Hab ich schon mal über die Irren in unserem Viertel geschrieben? Wohl nicht, oder? Meistens hacke ich ja auch bloß auf den Migranten herum.  Dabei haben wir im Geddo auch Irre, Meschuggene, Psychos und Bekloppte, die übrigens, fall es jemanden interessiert, zumeist die deutsche Minderheit repräsentieren. Bei dieser bunten Minorität handelt es sich zumeist um Delirierende, alkoholbedingt stark verwirrte Korsakoff-Patienten, Schizos, Paralytiker, Paranoiker und freiberufliche Phantasten, denen vor langer Zeit leider abhanden kam, was der Normalbürger ehrfurchtsvoll „Sinn & Verstand“ nennt. Gott, ja, ist halt so. Einer von der Zunft der Teilzeit-Außerirdischen, der mir noch neu war, kam um ca. 11.00 Uhr mit seinem feuerroten Fliwatüt vulgo irgendwie aufgemotzten Kehrgerät (das aber nichts kehrte!) ins Geddo gebrettert, hielt, den Motor aufbrüllend lassend, gegenüber meiner Haustür und produzierte, dem Tagesmotto entsprechend, LÄRM.

Vom „Bock“ stieg ein älterer Hardrocker im Arbeitsanzug, mit schütterem, rötlich-blonden Wikinger-Pferdeschwanz, der hoch echauffiert Zornentbranntes in sein Handy brüllte.
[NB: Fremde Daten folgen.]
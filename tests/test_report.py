"""The HTML report and its tables (the browser run is in test_browser.py)."""

from __future__ import annotations

import csv
import io
import re
import xml.etree.ElementTree as ET
from pathlib import Path

import pytest
from _cli import cli

from enumerator.cli import main
from enumerator.isomers.enumeration import enumerate_isomers
from enumerator.model.composition import Composition, LigandKind
from enumerator.render import tables
from enumerator.render.report import pair_grid_html, polyhedron_svg, render_report, report_files
from enumerator.rules.ruleset import load_rules
from enumerator.workflow.pipeline import analyse
from enumerator.workflow.report import build_report
from enumerator.workflow.result import Result

HOSTILE = "<script>alert(1)</script>"


def _hostile():
    bad = LigandKind(HOSTILE, ('"><b onmouseover=x>',))
    comp = Composition(f"M{HOSTILE}6", ((bad, 6),))
    geo = load_rules().geometry("OC-6")
    return Result(comp, geo, "OC-6 as requested", enumerate_isomers(comp, geo), notes=(HOSTILE,))


def test_user_strings_are_escaped():
    page = render_report(build_report([_hostile()], title=HOSTILE))
    assert "<script" not in page and "<b onmouseover" not in page
    assert "&lt;script&gt;alert(1)&lt;/script&gt;" in page
    assert "&quot;&gt;&lt;b onmouseover=x&gt;" in page


def test_page_is_self_contained_and_deterministic():
    results = [analyse("[RuCl2(CO)2(PPh3)2]"), analyse("M(AA)2b2")]
    a, b = render_report(build_report(results)), render_report(build_report(results))
    assert a == b  # same input, same bytes
    urls = set(re.findall(r"https?://[^\s\"'<>)]+", a))
    assert urls <= {"http://www.w3.org/2000/svg"}  # only the SVG namespace name, never fetched
    for bad in ("<link", "<script", "@import", "<iframe", 'src="http'):
        assert bad not in a
    assert "Safety" in a and "Carbon monoxide" in a  # the cautions of the safety module
    assert (
        a.count('class="card"') == 6 + 3
    )  # Ma2b2c2-type 5 geometric/6 stereo; M(AA)2b2: trans + cis pair (common practice)


def test_polyhedron_drawing_is_valid_svg_with_links():
    iso = analyse("M(AA)3").isomers[0]
    svg = polyhedron_svg(iso, ["AA"], "M")
    root = ET.fromstring(svg)  # well-formed XML
    ns = "{http://www.w3.org/2000/svg}"
    assert len(root.findall(f"{ns}circle")) == 6 + 1  # six donors and the metal
    assert len(root.findall(f"{ns}path")) == 3  # three chelate links in M(AA)3
    assert len(root.findall(f"{ns}line")) >= 12 + 6  # 12 octahedron edges, 6 M-donor bonds


def test_pair_grid_cis_trans_tetracarbonyl():
    # cis-M(CO)4L2 (C2v): 4 IR-active CO stretches; trans (D4h): 1 (Eu).
    # F. A. Cotton, Chemical Applications of Group Theory, 3rd ed. (1990), ch. 10 (from memory).
    res = analyse("Ma4b2", geometry="OC-6", reporters=(("a", "CO"),))
    top = {}
    for a in res.analyses:
        top.update(a.top_json())
    grid = pair_grid_html([i.id for i in res.isomers], top["pairs"])
    assert "IR" in grid and "none" not in grid.replace("none (hatched)", "")


def test_pair_grid_marks_indistinct_pairs_with_text_and_pattern():
    grid = pair_grid_html(
        ["1a", "1b"], [{"a": "1a", "b": "1b", "ir_distinct": False, "raman_distinct": False, "note": "enantiomers"}]
    )
    assert 'class="d0"' in grid and "none (enantiomers)" in grid  # text, not colour alone


def test_table_files_are_the_isomers_command_tables():
    # the report's CSV and LaTeX files come from the one writer of each kind (render/tables.py)
    res = analyse("[RuCl2(CO)2(PPh3)2]")
    files = dict(report_files(build_report([res])))
    assert sorted(files) == ["01_RuCl2_CO_2_PPh3_2.csv", "01_RuCl2_CO_2_PPh3_2.tex", "report.html"]
    assert files["01_RuCl2_CO_2_PPh3_2.csv"] == tables.csv(res)
    assert files["01_RuCl2_CO_2_PPh3_2.tex"] == tables.latex(res)
    rows = list(csv.reader(io.StringIO(files["01_RuCl2_CO_2_PPh3_2.csv"])))
    assert rows[0][:4] == ["formula", "geometry", "isomer", "point group"] and rows[6][0].startswith("[RuCl2")
    tex = files["01_RuCl2_CO_2_PPh3_2.tex"]
    assert "\\begin{tabular}" in tex and "\\bottomrule" in tex and "$C_{2v}$" in tex
    assert "M<script>alert(1)</script>6" in tables.latex(_hostile())  # LaTeX needs no HTML escaping


def test_report_model_holds_what_the_page_shows():
    rep = build_report([analyse("[RuCl2(CO)2(PPh3)2]"), analyse("Ma4b2", geometry="OC-6")], title="t")
    ru, ab = rep.complexes
    assert ru.cautions and not ab.cautions  # CO cautions for the carbonyl only
    assert [s.isomer_id for s in ru.spectra] == [i.id for i in ru.result.isomers]
    assert all(c.reporter_class == "CO" and c.pattern is not None for s in ru.spectra for c in s.classes)
    assert ab.spectra[0].classes == ()  # no reporter class on the letters
    doc = rep.to_dict()
    assert doc["files"] == list(rep.files) and doc["complexes"][0]["result"]["formula"] == "[RuCl2(CO)2(PPh3)2]"


def test_report_command(tmp_path, capsys):
    job = tmp_path / "job.toml"
    job.write_text('title = "t"\n[[complex]]\nformula = "Ma4b2"\nreporters = { a = "CO" }\n', encoding="utf-8")
    out = tmp_path / "si"
    try:
        main(["report", str(job), "--out", str(out)])
    except SystemExit as exc:
        assert exc.code in (0, None)
    assert sorted(p.name for p in out.iterdir()) == ["01_Ma4b2.csv", "01_Ma4b2.tex", "report.html"]
    assert "<!DOCTYPE html>" in (out / "report.html").read_text()
    bad = tmp_path / "bad.toml"
    bad.write_text("[[complex]]\ngeometry = 'OC-6'\n", encoding="utf-8")
    try:
        main(["report", str(bad), "--out", str(tmp_path / "x")])
        code = 0
    except SystemExit as exc:
        code = exc.code
    err = capsys.readouterr().err
    assert code == 2 and err.count("\n") == 1 and "formula" in err
    assert not (tmp_path / "x" / "report.html").exists()


EXAMPLES = Path(__file__).resolve().parent.parent / "examples"


@pytest.mark.parametrize(
    "job, complexes",
    [("ruthenium/ru_dicarbonyl.toml", 4), ("iron/fe_cyanide_nitrosyl.toml", 6)],
    ids=["ruthenium", "iron"],
)
def test_report_command_on_the_examples(tmp_path, job, complexes):
    # the checked-in job files use every key of the job format ([defaults], label, [[output]])
    out = tmp_path / "si"
    code, stdout, err = cli(["report", str(EXAMPLES / job), "--out", str(out)])
    assert code == 0 and err == "", err
    page = (out / "report.html").read_text(encoding="utf-8")
    assert page.count('<section id="complex-') == complexes
    assert len(list(out.glob("*.csv"))) == len(list(out.glob("*.tex"))) == complexes
    assert f"({complexes} complex(es))" in stdout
Es dauerte ein bisschen, bis er begriff, dass er zum Behuf der angestrengten Telekommunikation vielleicht doch besser vorher die Lärmschutzkopfhörer absetzen sollte. Hierauf freilich wurde er zwangsläufig Opfer meines aus dem Fenster gebölkten Hinweises, dass er, würde er dermaßen weiterbrüllen, eines mobilen Telefongerätes weißgott nicht länger bedürfe. Der an seiner Weltsicht kurzfristig irre gewordene Schreihals stutzte, bedachte meinen Ratschlag mit zunehmend wohlwollendem Nicken, zögerte noch ein kurzes Weilchen, steckte das Gerät dann folgsam in die Hosentasche, – um in weiterem den Disput mit dem jetzt endgültig als imaginär entlarvten Gesprächspartner nunmehr mithilfe etlicher ins Irgendwo gerichteter, lauthals gebrüllter Bemerkungen fortzusetzen. Da dies seine Energie noch nicht erschöpfte, tigerte er wild gestikulierend unter meinem Fenster auf und ab, mit sich selber telefonierend, aber in einem Ton, also, da hätte ich längst aufgelegt.

Danach das allfällige Kindergeschrei, das sich hier im Geddo anhört wie eine Horde (sagt man Horde? Herde? oder Schwarm?) Papageien bei der Gruppernbalz im Regenwald, fortwährend misstönendes, hochfrequentes, unartikuliertes Kreischen, von dem nicht auszumachen ist, ob es einer irgendwie gearteten Kommunikation oder lediglich lauterer Daseinsfreude zum Ausdruck dient. Bevor mich jemand belehrt: Ich weiß, dass man mit der Zwille nicht auf Kinder schießen darf.

Wenigstens hat sich das Baupionier-Batallion von nebenan jetzt erholt und kann wieder in die Wand. Zwar hat der Elan nachgelassen, aber es reicht noch, um meine vorbehandelten Nerven mit beharrlichen Scharren, Kratzen und Schleifen richtig blank zu bekommen, sodass sie beim abwechslungsreichen Arabesk-Geknödel aus den fahrbaren HiFi-Türmen arrivierten Zuhälternachwuchses, unten auf der Straße, schon präventiv mitschwingen. Fasziniert betrachte ich die kleinen kreisförmigen Mini-Wellen in meinem Kaffeebecher und frage mich, ob es theoretisch auch akustisch ausgelöste Tsunamis geben könnte.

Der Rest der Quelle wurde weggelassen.